COURSE TITLE: EECS 510-2 Seminar – Digital Video Processing (Winter 2005)
CATALOG DESCRIPTION: Fundamentals of digital video processing: Digital video standards; image formation models; spatio-temporal sampling; parametric motion models; motion analysis; motion-compensated filtering, noise reduction, deinterlacing, and interpolation; stereo processing; spatio-temporal segmentation; video compression. Related applications, such as digital television, will be discussed.
REQUIRED TEXT: A. Murat Tekalp, Digital Video Processing, Prentice Hall, 1995;
Yao Wang, Joern Ostermann, Ya-Qin Zhang, Video Processing and Communications, Prentice Hall, 2002.

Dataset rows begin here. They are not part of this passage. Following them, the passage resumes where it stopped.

function judgedSuspect(
  frame: Frame,
  standing: Standing,
  preference: Preference | undefined,
  measured: Measured,
  all: readonly Standing[],
  log: LogView,
): Suspect {
  const { timeline } = frame
  const probability = rounded(standing.probability)
  const contrast = hasContrast(frame, standing)
  const grade = gradeOf(probability, contrast)
  const top = standing.windows[0]?.window
  const same = sameExposure(frame, standing, all)
  const leading = all.reduce((best, s) => (s.probability > best.probability ? s : best), standing)
  const leader = leading === standing || leading.probability < 0.6 ? null : nameOf(timeline, leading.of)
  const because: Reason[] = reasonsOf(timeline, standing.of, preference, measured, grade, leader)
  const suspect: Suspect = {
    of: standing.of,
    label: nameOf(timeline, standing.of),
    probability,
    share: rounded(standing.share),
    grade,
    role: roleOf(standing.of, measured),
    because,
    next: nextFor(timeline, standing.of, grade, same),
  }
  if (same.length > 0) suspect.sameAs = same
  const { schedule } = log
  const bySteps = top?.key === 'unexplained'
  if (standing.of === 'clock' && top !== undefined) {
    suspect.localTime = bySteps && schedule.kind === 'clock' ? clockText(schedule.minute) : top.key.split('+')[0]!
  }
  if (standing.of === 'period' && top !== undefined) {
    suspect.hours = bySteps && schedule.kind === 'period' ? rounded(schedule.hours) : Number.parseFloat(top.key)
  }
  return suspect
}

COURSE COORDINATOR: Thrasyvoulos Pappas
COURSE GOALS: To provide a thorough background in the fundamental principles and techniques in digital video processing, analysis, and compression, an overview of the current video standards and technologies, and directions for future research.
PREREQUISITES BY COURSES: EECS 359 or equivalent or permission of the instructor.
DETAILED COURSE TOPICS:
- Analog and digital video standards.
- Spatio-temporal sampling.
- Motion analysis:
+ Optical flow methods
+ Block-matching methods
+ Pixel-recursive methods
+ Parametric motion modeling
+ Background subtraction
+ Spatio-temporal segmentation
- Video processing
+ Motion-compensated filtering
+ Noise reduction
+ Motion-compensated interpolation
- Video processing for compression and communication
+ MPEG-1 and MPEG-2
+ Scalable compression
+ Object-based compression
+ Error-resilient coding
+ Digital TV and HDTV
PROJECT: A bibliographical search or computer type project is required. The purpose of this project is to enhance the understanding of a topic covered in class or to investigate a topic not covered in class. A final written report and a presentation are required.
GRADES: Homework - 30%
Midterm - 30%
Project - 40%
COURSE OBJECTIVES: When a student completes this course, s/he should be able to:
1. Understand the fundamentals of digital video processing.
2. Understand the basic principles and techniques for motion analysis.
3. Understand the basic principles and techniques for video filtering, noise reduction, interpolation, deinterlacing, and superresolution.
4. Understand the basic video processing techniques for compression and communication.
5. Apply the acquired knowledge to specific video processing related problems and projects at work.
6. Be prepared for advanced research or development in this area.